Halo teman -  teman, jadi hari ini aku akan menceritakan pengalaman aku ikut program Global Volunteer AIESEC.
                Jadi awalnya, aku udah tau kalo ada program AIESEC ke Thailand terus aku cerita sama aiesecers gimana caranya ikutan. Setelah tau aku bikin akun di expa atau aiesec.org dan memilih global volunteer di Thailand, aku milih 2 LC, oh iya LC itu Local Committee maksudnya universitas yang bertanggung jawab sama exchange  kita di negara tujuan, yah kurang lebih gitulah hahaha. Tapi LC yang aku daftar itu ada yang slowrespon banget, jadinya aku cuman interview dengan LC Bangkok University. Sebelum Interview mereka bakal ngirimin email untuk jadwal interview, ya sebelum interview aku belajar dong gimana ngomong Bahasa inggris dan mencari tahu tentang project yang bakal aku kerjain disana.
      Hari interview udah tiba, deg-degan dong rasanya mau bicara Bahasa inggris sama orang Thailandnya langsung, tapi dengan segala rasa kepede-an diri ini, aku mulai video call deh, interviewernya itu aiesecer di Bangkok University, dia baik dan ramah banget bahkan aku hamper sejam bicara sama dia karena kebanyakan bercanda. Setelah interview itu, 3 hari kemudian aku dapat email kalau aku lolos tes. WOAAAHH I’M SO HAPPY, jujur aku senang banget soalnya aku nggak pernah interview lewat video call dan bicara Bahasa inggris.

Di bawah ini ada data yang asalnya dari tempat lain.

/** Named, not refused: a failing check can be the finding the sheet records. */
function FailedCriteria({ rev }: { rev: RevisionDetail }) {
  const failed = failedCriteria(rev);
  if (failed.length === 0) return null;
  return (
    <div className="flex min-w-0 gap-2 sm:col-span-2">
      <dt className="shrink-0 text-ink-soft">Criteria</dt>
      <dd className="min-w-0 font-medium text-fail" data-testid="failed-criteria">
        {countFailed(failed.length)}: {failed.join('; ')}
      </dd>
    </div>
  );
}

/** Each digest with what it covers (config/digests.ts), the seal's the one print and verify show. */
function Digests({ rev }: { rev: RevisionDetail }) {
  const rows = [
    { ...DIGEST_WORDS.text, value: rev.digests.canonicalText },
    { ...DIGEST_WORDS.results, value: rev.digests.results },
    ...(rev.seal ? [{ ...DIGEST_WORDS.seal, value: rev.seal.digest }] : []),
  ];
  return (
    <details className="mt-2 text-sm">
      <summary className="cursor-pointer text-ink-soft">
        Digests{rev.seal ? ' (the seal digest is the one print and verify show)' : ''}
      </summary>
      <dl className="mt-1 flex flex-col gap-1" aria-label="Digests">
        {rows.map((d) => (
          <div key={d.label} className="min-w-0">
            <dt className="font-medium">
              {d.label} <span className="font-normal text-ink-soft">— {d.covers}</span>
            </dt>
            <dd className="font-mono text-xs break-all">{d.value}</dd>
          </div>
        ))}
      </dl>
    </details>
  );
}

type Confirming = 'return' | 'sign-off' | null;

function ReviewActions({
  rev,
  isChecker,
  remarks,
  sealAction,
}: {
  rev: RevisionDetail;
  isChecker: boolean;
  remarks: Remark[];
  sealAction: ((revision: RevisionDetail) => ReactNode) | undefined;
}) {
  const returnMutation = useReturnRevision(rev.id);
  const signOff = useSignOffRevision(rev.id);
  const [confirming, setConfirming] = useState<Confirming>(null);
  const unclosed = remarks.filter((r) => r.state !== 'closed').length;
  const failed = failedCriteria(rev);
  const error = returnMutation.error ?? signOff.error;
  const seal = sealAction && rev.status === 'checked' ? sealAction(rev) : null;
  if (!(isChecker && rev.status === 'in_check') && !seal) return null;

  return (
    <section
      aria-label="Review actions"
      className="flex flex-col gap-2 rounded-sm border border-rule bg-paper-sheet px-5 py-3"
    >
      {failed.length > 0 ? (
        <p className="text-sm font-medium text-fail" data-testid="actions-failed-criteria">
          This revision records {countFailed(failed.length)}: {failed.join('; ')}.{' '}
          <span className="font-normal text-ink-soft">
            {rev.status === 'checked' ? 'Sealing' : 'Signing off'} does not refuse it; be sure it is
            the finding the sheet means to record.
          </span>
        </p>
      ) : null}
      {isChecker && rev.status === 'in_check' ? (
        <>
          <p id={`sign-off-help-${rev.id}`} className="text-sm text-ink-soft">
            {unclosed === 0
              ? 'Every remark is closed: the revision can be signed off.'
              : `${countRemarks(unclosed)} not closed: sign off needs every remark closed; return the revision for the author to act on them.`}
          </p>
          {confirming === null ? (
            <div className="flex flex-wrap gap-2">
              <Button
                variant="secondary"
                onClick={() => {
                  signOff.reset();
                  setConfirming('return');
                }}
              >
                Return to author…
              </Button>
              <Button
                disabled={unclosed > 0}
                aria-describedby={`sign-off-help-${rev.id}`}
                onClick={() => {
                  returnMutation.reset();
                  setConfirming('sign-off');
                }}
              >
                Sign off…
              </Button>
            </div>
          ) : (
            <ConfirmCheck
              rev={rev}
              action={confirming}
              unclosed={unclosed}
              busy={returnMutation.isPending || signOff.isPending}
              onCancel={() => setConfirming(null)}
              onConfirm={(input) =>
                (confirming === 'return' ? returnMutation : signOff).mutate(input, {
                  onSuccess: () => setConfirming(null),
                })
              }
            />
          )}
        </>
      ) : null}
      {error ? <Alert title="Refused.">{error.message}</Alert> : null}
      {seal}
    </section>
  );
}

                Pengumuman lulus udah keluar, selanjutnya mereka bakal ngirimin berkas – berkas untuk kontrak dan untuk membuat visa. Kenapa membuat visa padahal kita akan ke Thailand? Karena kita di sana selam 6 minggu ya. Ngurus visa rada ribet ya, aku jauh dari Jakarta jadi aku harus pake travel gitu, kalau buat visa di Jakarta kira – kira butuh waktu 3 hari tapi kalau lewat travel mungkin bisa sampai 2 minggu, kalau harga ngurus visa lumayanlah, bisa beli 1 kulkas kecil buat di kos hahaha. Eits, tapi ingat ya kalau mau ngurus visa ya buat passport dulu .

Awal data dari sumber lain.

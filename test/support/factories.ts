// Rows for tests, each with unique values so test files never trip over each other's data or
// over the demo scenario. Tests make their own rows; they never rely on the seeds.
import { randomBytes } from 'node:crypto';
import type { Knex } from 'knex';
import argon2 from 'argon2';
import { hashPassword } from '../../api/modules/auth/passwords';

export const TEST_PASSWORD = 'factory-password-91';

let counter = 0;
/** A short token unique within and across test runs. */
export function unique(): string {
  counter += 1;
  return `${Date.now().toString(36)}${counter.toString(36)}${randomBytes(3).toString('hex')}`;
}

// argon2id at the server's cost takes most of a second here, and a check costs what the hash was
// made with. Factory people share one argon2id hash made at a low cost so that tests sign in
// quickly; the server's own hashing (POST /api/users, the seeds) keeps the library defaults.
let sharedHash: Promise<string> | undefined;
function testPasswordHash(): Promise<string> {
  sharedHash ??= argon2.hash(TEST_PASSWORD, {
    type: argon2.argon2id,
    memoryCost: 4096,
    timeCost: 1,
    parallelism: 1,
  });
  return sharedHash;
}

export interface TestUser {
  id: number;
  email: string;
  name: string;
  isAdmin: boolean;
  password: string;
}

export async function createUser(
  db: Knex,
  overrides: Partial<{
    email: string;
    name: string;
    isAdmin: boolean;
    password: string;
    licenceNumber: string | null;
    jurisdiction: string | null;
  }> = {},
): Promise<TestUser> {
  const tag = unique();
  const email = overrides.email ?? `person-${tag}@factory.example`;
  const name = overrides.name ?? `Test Person ${tag}`;
  const password = overrides.password ?? TEST_PASSWORD;
  const passwordHash =
    password === TEST_PASSWORD ? await testPasswordHash() : await hashPassword(password);
  const [id] = await db('users').insert({
    email,
    name,
    password_hash: passwordHash,
    is_admin: overrides.isAdmin ?? false,
    licence_number: overrides.licenceNumber ?? null,
    jurisdiction: overrides.jurisdiction ?? null,
  });
  if (id === undefined) throw new Error('factory: users insert returned no id');
  return { id, email, name, isAdmin: overrides.isAdmin ?? false, password };
}

export interface TestProject {
  id: number;
  jobNumber: string;
  name: string;
  client: string;
  site: string;
}

export async function createProject(
  db: Knex,
  overrides: Partial<Omit<TestProject, 'id'>> = {},
): Promise<TestProject> {
  const tag = unique();
  const fields = {
    jobNumber: overrides.jobNumber ?? `T-${tag}`,
    name: overrides.name ?? `Test project ${tag}`,
    client: overrides.client ?? `Test client ${tag}`,
    site: overrides.site ?? `Test site ${tag}`,
  };
  const [id] = await db('projects').insert({
    job_number: fields.jobNumber,
    name: fields.name,
    client: fields.client,
    site: fields.site,
  });
  if (id === undefined) throw new Error('factory: projects insert returned no id');
  return { id, ...fields };
}

export type TestRole = 'author' | 'checker' | 'principal' | 'viewer';

export async function addMember(
  db: Knex,
  projectId: number,
  userId: number,
  roles: TestRole[],
): Promise<void> {
  await db('project_members').insert(
    roles.map((role) => ({ project_id: projectId, user_id: userId, role })),
  );
}

/** A project with one person in each role and an admin outside it. */
export async function createProjectTeam(db: Knex) {
  const project = await createProject(db);
  const [admin, author, checker, principal, viewer, outsider] = await Promise.all([
    createUser(db, { isAdmin: true }),
    createUser(db),
    createUser(db),
    createUser(db, { licenceNumber: `SE-${unique()}`, jurisdiction: 'Test Authority' }),
    createUser(db),
    createUser(db),
  ]);
  await addMember(db, project.id, author.id, ['author']);
  await addMember(db, project.id, checker.id, ['checker']);
  await addMember(db, project.id, principal.id, ['principal']);
  await addMember(db, project.id, viewer.id, ['viewer']);
  return { project, admin, author, checker, principal, viewer, outsider };
}

/** A JSON column as stored: MariaDB keeps JSON as LONGTEXT, the driver may or may not parse it. */
export function jsonColumn(value: unknown): unknown {
  return typeof value === 'string' ? JSON.parse(value) : value;
}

                Setelah semua dokumen lengkap, aku baru pesan tiket pesawat. Saran aku jangan cepat- cepat beli tiket pesawat, pastikan semua dokumen aman baru beli, taukan gimana kalau udah beli tiket pesawat tapi visanya bermasalah atau ditolak? Waduhhh gawat tuh. Karena aku dari Makassar jadi beli tiketnya Makassar- Jakarta- Bangkok. Aku naik maskapai berbeda dari MKS ke CGK, aku nggak mau beli yang langsung ke Bangkok karena harganya mahal. Jadi aku ke Bangkok itu naik Thai Li*n Air, bagasi udah ditanggung 20kg + 7kg di kabin.

                The day is comiiiiiingg………..




                Sawasdee Thailand ! Oh iya aku lupa ngasih tau nih, jadi proyeknya itu Sawasdee Thailand 29 Project LC Bangkok University. Mendarat di Bandara Don Mueang, aku di jemput sama AIESECers Namanya Mike dan Anna (Hi Anna and Mike if you read this I just wanna say I love u hahaha” lalu bertemu sama Exchange Participant dari negara – negara lain, and then  we went to BU. Ke Bangkok Universitynya naik Bus umum, tau gak sih gimana ribetnya bawa koper berat di dalam bis umum hahaha kesan pertama yang bisa dibilang cukup buruk sih, orang – orang pada ngeliatin kita. Setelah sampai di BU, kita dikasih kunci kamar, tempatnya seperti asrama mahasiswa gitu, fasilitasnya cukup bagus kok, ada AC juga hehehe. 1 Hal yang baru aku tahu tentang Thailand, yaitu malam atau matahari terbenam itu jam 7 malam, jadi agak culture shock sih shalat maghrib jam 7 malam.